This building is the Senate House in the
Bloomsbury area of London (next door to the back of the British Museum). It is
where I started my first job as a librarian, more than 40 years ago.
This is the central administrative building
of the University of London and it houses a library that is open to students
and staff who belong to any of the University’s many colleges. The library
occupies most of the building in the picture, beginning at the second row of
small windows and going all the way up to the top of the tower. When I was
there it contained around one million books – what its capacity is today I
simply don’t know.
On finishing my degree course (at Bangor,
North Wales) in 1974 I was unsure what I wanted to do as a career. I thought
that librarianship was a possibility, so I applied to join a scheme that
offered one-year placements for graduates at university libraries, at the grade
of “student assistant librarian”. This was like an internship, but a proper
salary was part of the deal.
So in September 1974 I started work. I
found a place in a hostel in Muswell Hill (north London) and commuted into
central London by bus and tube.
I learned a lot at the Senate House. There
were three of us who started on the same day, all from different universities,
and the library staff devised a plan by which we would work in two different
departments in each of the three terms. They shifted us round so that we never
worked together at the same time.
I therefore got a grounding in Circulation,
Acquisitions and Reference work, as well as working in some specialist subject
libraries. It was in the pre-computer age, as far as libraries were concerned,
so there were rows and rows of catalogue drawers to file cards into, a highly
complicated filing system for Acquisitions records, and a huge row of trays of
tickets for the manual issue system.
A regular job involved searching the closed
stacks for rare items and for PhD theses, the latter of which were stored at
the very top of the tower – the only part of the building that was not heated!

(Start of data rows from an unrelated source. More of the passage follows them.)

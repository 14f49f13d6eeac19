"""Finite-entanglement scaling figure: cell entropy against ln xi with the fitted line."""

import numpy as np

from .._docs import filled
from .._options import ProfileOptions
from ._gather import collect
from ._names import visible
from ._style import INK, curve_look, new_figure, plus_minus, style, titled

__all__ = ["cellscaling_figure"]


@filled
def cellscaling_figure(sources, *, title=None, options=None, **profiling):
    """Entropy of unit cells against the log of their correlation length, with the fit.

    Left panel: each run's mean bond entropy S (nats; the bar spans its
    cell's bond entropies) against ln xi, and the line S = (c/6) ln xi + s0
    of :func:`bondscope._analyses.cellscaling.fit_cell_scaling`.  Right
    panel: xi against chi on log axes with the fitted power chi^kappa and
    (dotted) the power predicted from c.

    Parameters
    ----------
    sources : list of sources
        Unit-cell profiles or checkpoints of one model (at least two).
    title : str, optional
    %(profiling)s

    %(figure_returns)s
        The fit is in ``fig.bondscope_fit`` (the :class:`CellScaling` as a dict).

    Raises
    ------
    ValueError
        Fewer than two sources, or a source that is not a unit cell.
    """
    from .._analyses.cellscaling import fit_cell_scaling

    entries = collect(sources, options=ProfileOptions.from_kwargs(options, **profiling))
    res = fit_cell_scaling([e.profile for e in entries],
                           names=[visible(e.label) for e in entries])
    pts = res.points
    log_xi = np.log([q["correlation_length"] for q in pts])
    S = np.array([q["entropy"] for q in pts])
    chi = np.array([q["bond_dim"] for q in pts], dtype=float)
    look = curve_look(0)
    with style():
        fig = new_figure(9.0, 4.0)
        ax, right = fig.subplots(1, 2, width_ratios=(1.2, 1))
        ax.errorbar(log_xi, S, yerr=[q["entropy_spread"] for q in pts], ls="none", capsize=2,
                    label="unit cells", **look)
        grid = np.linspace(log_xi.min() - 0.2, log_xi.max() + 0.2, 20)
        c = res.central_charge
        ax.plot(grid, c / 6 * grid + res.constant, color=INK, lw=1.0, ls=(0, (4, 2)),
                label=f"S = (c/6) ln ξ + s0, c = {plus_minus(c, res.central_charge_error)}")
        for q, x, y in zip(pts, log_xi, S):
            ax.annotate(f"χ={q['bond_dim']}", (x, y), xytext=(0, 7), textcoords="offset points",
                        ha="center", fontsize=7.5, color=INK)
        ax.set_xlabel("ln ξ (correlation length in sites)")
        ax.set_ylabel("S [nats] (mean over the cell's bonds)")
        ax.legend(loc="upper left")
        right.loglog(chi, np.exp(log_xi), ls="none", **look)
        fit_chi = np.geomspace(chi.min() / 1.2, chi.max() * 1.2, 20)
        b = np.mean(log_xi - res.kappa * np.log(chi))
        right.loglog(fit_chi, np.exp(b) * fit_chi ** res.kappa, color=INK, lw=1.0,
                     ls=(0, (4, 2)), label=f"ξ ~ χ^κ, κ = {plus_minus(res.kappa, res.kappa_error)}")
        if res.kappa_predicted is not None:
            kp = res.kappa_predicted
            b_pred = np.mean(log_xi - kp * np.log(chi))
            right.loglog(fit_chi, np.exp(b_pred) * fit_chi ** kp, color=INK, lw=0.8,
                         ls=(0, (1, 2)),
                         label=f"κ from c: {plus_minus(kp, res.kappa_predicted_error)}")
        right.set_xlabel("bond dimension χ")
        right.set_ylabel("ξ [sites]")
        right.legend(loc="upper left")
        right.set_title(f"verdict: {res.verdict}", fontweight="normal", fontsize=9)
        fig.bondscope_fit = res.to_dict()
        return titled(fig, ax, title, "Finite-entanglement scaling")


# the figure this kind draws (bondscope._figures._kinds)
DRAW = cellscaling_figure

The library contained a number of special
collections that had been bequeathed to the University at various times. The
strangest of these had to be the Harry Price Library of Magical Literature.
Harry Price had been a noted psychical researcher (i.e. ghost hunter) in the
inter-war years and he had acquired a large collection of material on many
aspects of the paranormal. The library was stored in a remote part of the
building to which the public were not normally admitted. The wind whistled
through the pipes to add a distinctly eerie atmosphere, and many of the library
staff did not like visiting this collection as they sensed a “presence” when
they did so.
In recent years I have often wondered if J
K Rowling ever used this library as part of her research for the “Harry Potter”
books. She would certainly have gained a lot of information had she done so,
and the similarities between the Harry Price Library and that of Hogwarts School
are quite striking. I also wonder if that is why Harry Potter is called Harry.
After my year at the Senate House I felt
ready to carry on and become a proper librarian. I therefore won a place at the
College of Librarianship Wales (at Aberystwyth) where I gained my professional
qualification in 1976 (I returned in 1987 to take an additional Masters degree).